What is expected => The records that follow are to be transcribed exactly.

Records supplied =>
import { Pressable, StyleSheet, Text } from 'react-native';
import { colors, focusRing, radius, space, type } from '../theme';

interface ChipProps {
  label: string;
  checked: boolean;
  /** "radio" in a one-of group, "checkbox" in a several-of group. */
  role: 'radio' | 'checkbox';
  onPress: () => void;
  testID: string;
  disabled?: boolean;
  /** Show a tick on a checked chip (several-of groups). */
  tick?: boolean;
}

/** One chip of a choice group: outlined when off, teal when on. */
export function Chip({ label, checked, role, onPress, testID, disabled = false, tick = false }: ChipProps) {
  return (
    <Pressable
      role={role}
      aria-checked={checked}
      aria-label={label}
      testID={testID}
      disabled={disabled}
      onPress={onPress}
      style={({ pressed }) => [styles.chip, checked && styles.checked, pressed && styles.pressed, disabled && styles.disabled]}
    >
      <Text style={[styles.label, checked && styles.checkedLabel]}>
        {tick && checked ? '✓ ' : ''}
        {label}
      </Text>
    </Pressable>
  );
}

export const chipGroupStyle = StyleSheet.create({ group: { flexDirection: 'row', flexWrap: 'wrap', gap: space.xs } }).group;

const styles = StyleSheet.create({
  chip: {
    ...focusRing,
    borderColor: colors.ruleStrong,
    borderWidth: 1,
    borderRadius: radius.pill,
    paddingHorizontal: space.sm,
    paddingVertical: space.xxs,
    // A touch target of 44 px at least (WCAG 2.1, 2.5.5).
    minHeight: 44,
    minWidth: 44,
    justifyContent: 'center',
    backgroundColor: colors.surface,
  },
  checked: { borderColor: colors.teal, backgroundColor: colors.tealWash },
  pressed: { opacity: 0.85 },
  disabled: { opacity: 0.6 },
  label: { ...type.caption, color: colors.ink },
  checkedLabel: { fontFamily: type.uiStrong.fontFamily, color: colors.teal },
});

Result for this task =>
import { Pressable, StyleSheet, Text } from 'react-native';
import { colors, focusRing, radius, space, type } from '../theme';

interface ChipProps {
  label: string;
  checked: boolean;
  /** "radio" in a one-of group, "checkbox" in a several-of group. */
  role: 'radio' | 'checkbox';
  onPress: () => void;
  testID: string;
  disabled?: boolean;
  /** Show a tick on a checked chip (several-of groups). */
  tick?: boolean;
}

/** One chip of a choice group: outlined when off, teal when on. */
export function Chip({ label, checked, role, onPress, testID, disabled = false, tick = false }: ChipProps) {
  return (
    <Pressable
      role={role}
      aria-checked={checked}
      aria-label={label}
      testID={testID}
      disabled={disabled}
      onPress={onPress}
      style={({ pressed }) => [styles.chip, checked && styles.checked, pressed && styles.pressed, disabled && styles.disabled]}
    >
      <Text style={[styles.label, checked && styles.checkedLabel]}>
        {tick && checked ? '✓ ' : ''}
        {label}
      </Text>
    </Pressable>
  );
}

export const chipGroupStyle = StyleSheet.create({ group: { flexDirection: 'row', flexWrap: 'wrap', gap: space.xs } }).group;

const styles = StyleSheet.create({
  chip: {
    ...focusRing,
    borderColor: colors.ruleStrong,
    borderWidth: 1,
    borderRadius: radius.pill,
    paddingHorizontal: space.sm,
    paddingVertical: space.xxs,
    // A touch target of 44 px at least (WCAG 2.1, 2.5.5).
    minHeight: 44,
    minWidth: 44,
    justifyContent: 'center',
    backgroundColor: colors.surface,
  },
  checked: { borderColor: colors.teal, backgroundColor: colors.tealWash },
  pressed: { opacity: 0.85 },
  disabled: { opacity: 0.6 },
  label: { ...type.caption, color: colors.ink },
  checkedLabel: { fontFamily: type.uiStrong.fontFamily, color: colors.teal },
});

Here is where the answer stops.